Exercise instructions> All records shown below should be given again, character for character.

Given information>
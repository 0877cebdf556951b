"""The dashboard's read queries on the results store (SQLAlchemy Core on analysis.store.schema's tables).

Each function takes an open connection (``store.read()``) and returns a small DataFrame or dataclass: the
aggregation happens in SQL, so what comes back is what is drawn (per-lot points, per-rig histograms, a thinned
cloud of actuations), whatever the number of actuations in the store.

"Active" statistics are those scored under each profile's and event's active reference model; an actuation is
flagged when it has a flag of an active model or a quality-check flag (which needs no model), as in the store.
"""

from __future__ import annotations

import json
import math
from dataclasses import dataclass
from datetime import date, datetime, timedelta

import numpy as np
import pandas as pd
from sqlalchemy import and_, case, exists, func, literal, or_, select

from analysis.store.schema import (
    actuations,
    events,
    flags,
    lots,
    qc_results,
    recordings,
    reference_models,
    rigs,
    sites,
    trajectories,
    units,
)

__all__ = [
    "Statistic", "STATISTICS", "statistic", "Filters", "choices", "lot_points", "actuation_cloud", "lot_actuations",
    "rig_summary", "rig_histogram", "latest_per_rig", "flags_for", "recent_quarantine", "triage_evidence",
    "actuation_detail", "typical_reference_actuation", "trajectories_for", "reference_lots_of", "models_table",
    "store_counts_fast",
]


@dataclass(frozen=True)
class Statistic:
    """A per-actuation statistic the charts can draw: where it lives, its label and unit, and whether it is a
    positive ratio best drawn (and given limits) on a log scale."""

    key: str
    label: str
    unit: str
    table: str  # "trajectories" (under the active model) or "events"
    column: str
    log: bool = False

Task result>
repository 0877cebdf556951b
"""The dashboard's read queries on the results store (SQLAlchemy Core on analysis.store.schema's tables).

Each function takes an open connection (``store.read()``) and returns a small DataFrame or dataclass: the
aggregation happens in SQL, so what comes back is what is drawn (per-lot points, per-rig histograms, a thinned
cloud of actuations), whatever the number of actuations in the store.

"Active" statistics are those scored under each profile's and event's active reference model; an actuation is
flagged when it has a flag of an active model or a quality-check flag (which needs no model), as in the store.
"""

from __future__ import annotations

import json
import math
from dataclasses import dataclass
from datetime import date, datetime, timedelta

import numpy as np
import pandas as pd
from sqlalchemy import and_, case, exists, func, literal, or_, select

from analysis.store.schema import (
    actuations,
    events,
    flags,
    lots,
    qc_results,
    recordings,
    reference_models,
    rigs,
    sites,
    trajectories,
    units,
)

__all__ = [
    "Statistic", "STATISTICS", "statistic", "Filters", "choices", "lot_points", "actuation_cloud", "lot_actuations",
    "rig_summary", "rig_histogram", "latest_per_rig", "flags_for", "recent_quarantine", "triage_evidence",
    "actuation_detail", "typical_reference_actuation", "trajectories_for", "reference_lots_of", "models_table",
    "store_counts_fast",
]


@dataclass(frozen=True)
class Statistic:
    """A per-actuation statistic the charts can draw: where it lives, its label and unit, and whether it is a
    positive ratio best drawn (and given limits) on a log scale."""

    key: str
    label: str
    unit: str
    table: str  # "trajectories" (under the active model) or "events"
    column: str
    log: bool = False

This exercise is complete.